■ **Data in this exercise**:
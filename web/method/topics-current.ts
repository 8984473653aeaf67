/** Method page: how the current is conditioned. */
import { html } from 'lit';
import type { Topic } from './topic.ts';

export const currentTopics: readonly Topic[] = [
  {
    id: 'zero', title: 'Current: offset, floor, saturation', settings: ['ground.offsetA', 'scan.floorA'],
    what: html`
      <p>What the amplifier reads without current is, in this order: as given; the densest reading under tall features, which block; the same on insulating ground off the sample; the densest readings of all, if they are as uncorrelated from line to line as amplifier noise; else zero is assumed and said.</p>
      <p>The floor is the current below which nothing can be told from noise: three standard deviations (one reading in 700 of pure noise lies above), or two steps of a coarsely digitised current, whichever is more. The amplifier saturates where far more pixels sit at the largest value than a smooth distribution puts there. Pixels at the floor are at most, saturated ones at least what they show; neither enters a mean or a fit.</p>`,
    formulas: ['floor = max(3 σ, 2 steps)', 'rounding to steps: σ ≥ step ÷ √12'],
    sources: ['B. Widrow, IRE Trans. Circuit Theory 3, 266 (1956).', 'P. J. Huber, Robust Statistics (1981), for the errors of median and scatter.'],
    limits: 'A map that shows no spot without current has no measured offset. A feature that conducts is no reference and is recognised only when much of the map would lie below its reading.',
  },
  {
    id: 'wear', title: 'Wear of the tip', settings: ['ground.wear'],
    what: html`
      <p>A tip that loses its coating loses conductance slowly, from the first line to the last: a factor on the current, a straight line in its logarithm. It is sought as a trend down the map inside patches of one terrace, each with a level of its own, so that terraces do not feign it; the barrier’s own slow variation is taken as correlated in space, and its length is the likeliest one.</p>
      <p>A loss is undone as a factor a line only when it is large enough, at least twice its standard error, and the same on the return scan where there is one: both directions measure a line through the same tip at nearly the same time. A gain is never put down to the tip. A <em>decade</em> is a factor of ten: 0.3 decades are a factor of two.</p>`,
    formulas: ['log₁₀ I(line) = level of patch − wear × (line ÷ lines) + correlated variation', 'fit: generalised least squares, correlation exp(−d²/ℓ²) between blocks'],
    limits: 'Real variation of the barrier along the slow axis that is smooth over the whole map looks the same. It is then said and not undone; a second scan with the slow axis turned round would tell.',
  },
  {
    id: 'lag', title: 'Lag of the amplifier', settings: ['ground.lag', 'ground.lagPx'],
    what: html`<p>A slow amplifier keeps a share k of the reading before: edges are smeared and shifted along the line. Behind every sudden fall the readings then form a tail in which each is the same share of the one before. Three things tell an amplifier from a blunt edge: the share is the same in all tails, they run one way along the lines, and nothing falls faster. Shift and smear are undone by the exact inverse where the change is above the noise; what was taken off hides small currents, so the floor is raised there. Behind saturated spots the current is only bounded.</p>`,
    formulas: ['read: I′ₙ = k I′ₙ₋₁ + (1 − k) Iₙ, k = exp(−1 ÷ time constant in pixels)', 'undone: Iₙ = (I′ₙ − k I′ₙ₋₁) ÷ (1 − k)'],
    sources: ['T. Robertson & J. D. Cryer, J. Am. Stat. Assoc. 69, 1012 (1974), for the half-sample mode of the shares.'],
    limits: 'Exact for one pole only. Time constants below 0.4 pixels do no harm and above 8 leave too little to restore; neither is sought. Noise grows by the inverse.',
  },
  {
    id: 'alignment', title: 'Alignment of current to height and return to forward', settings: ['ground.align'],
    what: html`<p>Flaws that stand up block the current, so their outlines are in both maps. The shift at which one looks like the other is found in whole pixels by the best normalised correlation and then to a part of a pixel by least squares with the gradient of the reference. It is undone, by whole pixels, when it is at least half a pixel and more than three standard errors; a current between two pixels of which one carries none is not their mean. The same compares the return scan with the forward scan, which is told and not mixed in.</p>`,
    formulas: ['minimise Σ (moved(x + d) − a · reference(x) − b)² over d, a, b'],
    sources: [
      'B. D. Lucas & T. Kanade, Proc. IJCAI, 674 (1981); S. Baker & I. Matthews, Int. J. Comput. Vis. 56, 221 (2004).', 'K.-Y. Liang & S. L. Zeger, Biometrika 73, 13 (1986), for standard errors of clustered residuals.',
    ],
    limits: 'Without enough flaws in common the maps do not tell. A shift that changes over the map (drift, creep) is taken as one.',
  },
];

■ **Instructions for the task**: Print only the lines running from the one with "formulas: ['minimise Σ" to the final line of the data above, each exactly as it appears.

■ **Output for this exercise**:
    formulas: ['minimise Σ (moved(x + d) − a · reference(x) − b)² over d, a, b'],
    sources: [
      'B. D. Lucas & T. Kanade, Proc. IJCAI, 674 (1981); S. Baker & I. Matthews, Int. J. Comput. Vis. 56, 221 (2004).', 'K.-Y. Liang & S. L. Zeger, Biometrika 73, 13 (1986), for standard errors of clustered residuals.',
    ],
    limits: 'Without enough flaws in common the maps do not tell. A shift that changes over the map (drift, creep) is taken as one.',
  },
];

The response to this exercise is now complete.